1. You can also use Powershell as this should be a one time operations (?)
Code snippet can be found here:
https://learn.microsoft.com/en-us/graph/api/site-list?view=graph-rest-1.0&tabs=http

2. So you can register an app in Azure and assign in SharePoint permissions, then you can query it and get all sites.

3. Office 365 Usage Reports
Not my blog but it should explain it :) Here you get a detailed view of all sites and their usage but there is a 48 hours delay
https://blog.darrenjrobinson.com/getting-microsoft-365-individual-user-usage-reports-with-powershell...

@NicolasKheirallah thanks again. I appreciate these answers, but unfortunately they're a little above my skill level. As an alternative, I exported a complete list of sites from https://admin.microsoft.com/Adminportal/Home?#/reportsUsage/SharePointSiteUsageV1 and imported that into a SharePoint list, for which I can build a Power Automate workflow to send owner notifications.

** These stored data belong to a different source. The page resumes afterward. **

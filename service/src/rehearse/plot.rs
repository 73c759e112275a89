//! SVG picture of a rehearsal: objective and best achievable objective, and per input the applied setpoint, estimate and optimum.
//! Loops rehearsed side by side get a comparison instead: per input, every loop's estimate on the optimum.
//!
//! Rendering goes through `plotters` with only its SVG backend: text is emitted as
//! `<text>` elements and sized by the browser, so no font library is needed. The
//! picture is rendered into memory first so that a failed write leaves no half file
//! from the backend and the error can name the path.

use std::path::Path;

use anyhow::anyhow;
use plotters::coord::Shift;
use plotters::element::DashedPathElement;
use plotters::prelude::*;
use plotters::style::text_anchor::{HPos, Pos, VPos};

#[derive(Debug, Clone, Default)]
pub struct LoopTrace {
    /// Loop name, e.g. "kiln-2-draft".
    pub name: String,
    /// Objective expression text, e.g. "heat_rate / 1000"; y-axis label of the top panel.
    pub objective: String,
    /// "maximize" or "minimize", shown in the panel title.
    pub direction: &'static str,
    /// Seeking method, e.g. "newton"; names the loop in a comparison's legend.
    pub method: &'static str,
    /// Simulated time of each tick, seconds, increasing.
    pub t_s: Vec<f64>,
    /// Measured objective per tick; NaN where it was not finite (drawn as a gap).
    pub objective_values: Vec<f64>,
    /// Best achievable objective per tick.
    pub best_objective: Vec<f64>,
    pub inputs: Vec<InputTrace>,
}

#[derive(Debug, Clone, Default)]
pub struct InputTrace {
    /// Input name, e.g. "damper_pct"; names carry their units by convention.
    pub name: String,
    pub applied: Vec<f64>,
    pub estimate: Vec<f64>,
    pub optimum: Vec<f64>,
}

/// Most points one series may contribute to the picture. Beyond this a browser
/// gets slow and the file large, while a ~1200 px wide panel shows no more detail.
const MAX_POINTS: usize = 2000;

I'll have to give this some more thought though - and the deletion stage too (I'm not even sure if my "set site to read only" idea can be done) - because there are several thousand sites going back 8 years, which means there's all sorts of considerations around e.g. sites without owners and managing different site types, and there isn't much documentation around using the Send an HTTP request in SharePoint action to delete sites either. Thanks again for your help.